Покраснеть было невозможно — я без того была уже вся красная.

— Извини. Я не хотела шуметь.

Он засмеялся, и этот смех отозвался под куполом пещеры глубоким и мягким эхом.

— Я же сказал, что мне это нравится. И это в самом деле так. Твои вскрики, когда ты в постели со мной, я ужасно люблю, и все остальное, конечно, тоже.

Он теснее прижал меня к себе, так что я уперлась головой ему в шею и вскрикнула еще раз.

— Об этом я думал постоянно, — заговорил Джейми, медленно поглаживая мне спину и лаская бедра. — Ночью в тюрьме, прикованный в камере вместе с дюжиной других мужчин, слушая, как они храпят и стонут и громко портят воздух, я думал об этих негромких нежных звуках, которые вырываются у тебя, когда я обладаю тобой, и мне начинало казаться, что ты рядом со мной, дышишь сначала ровно, а потом все чаще и громче, и, когда я вхожу в тебя, ты стонешь, словно принимаешься за свою работу.

— Джейми, — хрипло проговорила я. — Джейми, о, пожалуйста!

— Еще не теперь, mo duinne, не спеши.

Он обхватил меня за талию, удерживая крепко и замедляя мои движения.

— Еще нет, у нас есть время. И я хочу, чтобы ты застонала, как стонешь сейчас, еще и еще раз. Чтобы ты стонала и всхлипывала, даже против своей воли, чтобы ты вздыхала так, будто сердце твое вот-вот разорвется, и наконец закричала громко. Тогда я буду знать, что тебе было со мной хорошо.

Я оставалась в его объятиях, чувствуя себя бескостной, словно медуза. Мне было все равно, какие звуки вылетают у меня изо рта, но к членораздельной речи я в эти минуты была не способна.

Он снова начал наносить удары.

— Нет, — просила я. — Джейми, нет. Я больше этого не вынесу.

— Ты вынесешь, потому что я люблю тебя.

Голос звучал глухо у меня над ухом, где-то в гуще волос.

— Ты вынесешь, потому что я хочу тебя. И на этот раз кончу вместе с тобой.

Бескостная и растекающаяся, почти как вода вокруг нас, я удерживалась только кольцом его объятий. Я крикнула — то был полузадушенный крик моряка, тонущего среди волн. И я услышала его крик, такой же беспомощный, и поняла, что ему со мной хорошо.

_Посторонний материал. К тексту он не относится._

const fromGeneric = (c: HttpCase): BadCase => {
  const cred = credentialsFor(c.routeKey);
  return {
    name: c.name,
    credentialsCase: cred.isPublic,
    run: async () => {
      const r = await http(c.method, c.path, {
        raw: c.body,
        contentType: c.contentType,
        headers: { ...cred.headers, ...(c.headers ?? {}) },
      });
      return r;
    },
  };
};

// ---------------------------------------------------------------------------------------------------
// Hand-written cases: the run log.
// ---------------------------------------------------------------------------------------------------
const round = (readings: unknown, extra: object = {}) => ({ takenAt: now(), readings, ...extra });
const postRound =
  (body: unknown, runId = runA.id, token = operator) =>
  () =>
    http('POST', `/api/runs/${runId}/rounds`, { token, json: body });
const rawRound =
  (text: string, runId = runA.id) =>
  () =>
    http('POST', `/api/runs/${runId}/rounds`, { token: operator, raw: text, contentType: 'application/json' });
const oneReading = (r: object) => postRound(round([{ clientId: randomUUID(), pointId: pointA('THR'), value: 120, takenAt: now(), ...r }]));
const bareReading = (r: object) => postRound(round([r]));
/** JSON text of one round whose only reading's value is a literal JSON cannot make from a JS number. */
const literalValue = (literal: string) =>
  `{"takenAt":"${now()}","readings":[{"clientId":"${randomUUID()}","pointId":"${pointA('THR')}","value":${literal},"takenAt":"${now()}"}]}`;
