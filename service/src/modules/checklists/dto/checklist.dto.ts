import { ApiProperty, ApiPropertyOptional } from '@nestjs/swagger';
import { IsBoolean, IsISO8601, IsOptional, IsString, IsUUID, Matches, MaxLength, MinLength } from 'class-validator';
import type {
  AmendChecklistRequest,
  FillChecklistItemRequest,
  OverrideChecklistItemRequest,
  SignChecklistRequest,
  StartChecklistRequest,
} from '@crankjournal/shared-types';
import { IsFiniteNumberIn } from '../../../common/dto/validators.js';
import { KEY_PATTERN } from '../checklist-rules.js';

export class StartChecklistDto implements StartChecklistRequest {
  @ApiProperty() @IsUUID('all', { message: 'templateId must be a UUID' }) templateId: string;
}

/** Only the field of the item's kind may be given; null clears it. */
export class FillChecklistItemDto implements FillChecklistItemRequest {
  @ApiPropertyOptional() @IsOptional() @IsBoolean({ message: 'tick must be true or false' }) tick?: boolean | null;
  @ApiPropertyOptional() @IsOptional() @IsFiniteNumberIn(-1e9, 1e9) value?: number | null;
  @ApiPropertyOptional() @IsOptional() @IsString() @MaxLength(200) choice?: string | null;
  @ApiPropertyOptional() @IsOptional() @IsString() @MaxLength(4000) text?: string | null;
}

export class OverrideChecklistItemDto implements OverrideChecklistItemRequest {
  @ApiProperty()
  @IsString()
  @MinLength(5, { message: 'reason must say why the value is acceptable today (at least 5 characters)' })
  @MaxLength(1000)
  reason: string;
}

export class SignChecklistDto implements SignChecklistRequest {
  @ApiProperty({ description: 'the signer’s password or signing PIN' })
  @IsString()
  @MinLength(1, { message: 'signature must be your password or signing PIN' })
  @MaxLength(200)
  signature: string;
  @ApiPropertyOptional({ description: 'when the signer signed on a tablet without a connection (ISO time)', format: 'date-time' })
  @IsOptional()
  @IsISO8601({ strict: true }, { message: 'signedOnDeviceAt must be a time like 2026-12-05T10:15:00Z' })
  signedOnDeviceAt?: string;
}

export class AmendChecklistDto extends FillChecklistItemDto implements AmendChecklistRequest {
  @ApiProperty() @IsString() @Matches(KEY_PATTERN, { message: 'itemKey is not an item key' }) itemKey: string;
  @ApiProperty() @IsString() @MinLength(3, { message: 'reason must say why (at least 3 characters)' }) @MaxLength(1000) reason: string;
  @ApiPropertyOptional()
  @IsOptional()
  @IsString()
  @MinLength(5, { message: 'overrideReason must say why the value is acceptable (at least 5 characters)' })
  @MaxLength(1000)
  overrideReason?: string;
}

export class ChecklistItemParamDto {
  @IsUUID('all', { message: 'id must be a UUID' }) id: string;
  @IsString() @Matches(KEY_PATTERN, { message: 'itemKey is not an item key' }) itemKey: string;
}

Мы пробивались из недр земных наверх, мокрые, все в испарине, разомлевшие от жары и духоты. На первой площадке я упала на колени, а Джейми, пытаясь мне помочь, повалился тоже, и мы лежали босые на беспорядочной груде одежды, беспомощно хихикая. Пьяные от любви, мы стали бок о бок подниматься на второй пролет на четвереньках, больше мешая друг другу, нежели помогая, толкаясь в узком проходе, и наконец рухнули на второй площадке, обнимая друг друга.

Старинное окно в толстой стене не имело стекла и открывалось прямо в небо; свет полной луны омыл нас потоками серебра. Мы лежали, тесно прижавшись один к другому, овеваемые холодным зимним воздухом, и ждали, пока утихнет неистовое биение сердец и выровняется дыхание.

Луна была такая огромная, что почти целиком заполняла окно. Казалось, нет ничего удивительного, что морские приливы и отливы, а также регулы у женщин подчиняются этому величавому светилу, такому близкому и властному.

Но мои собственные приливы больше не подчинялись этим девственным и чистым повелениям, и осознание этой независимости пробудило у меня в крови ощущение угрозы.

— У меня тоже есть для тебя подарок, — вдруг сказала я Джейми.

Он повернулся ко мне; сильная, уверенная рука провела по моему пока еще плоскому животу.

— В самом деле? — сказал он.

И весь мир открылся перед нами, полный новых возможностей.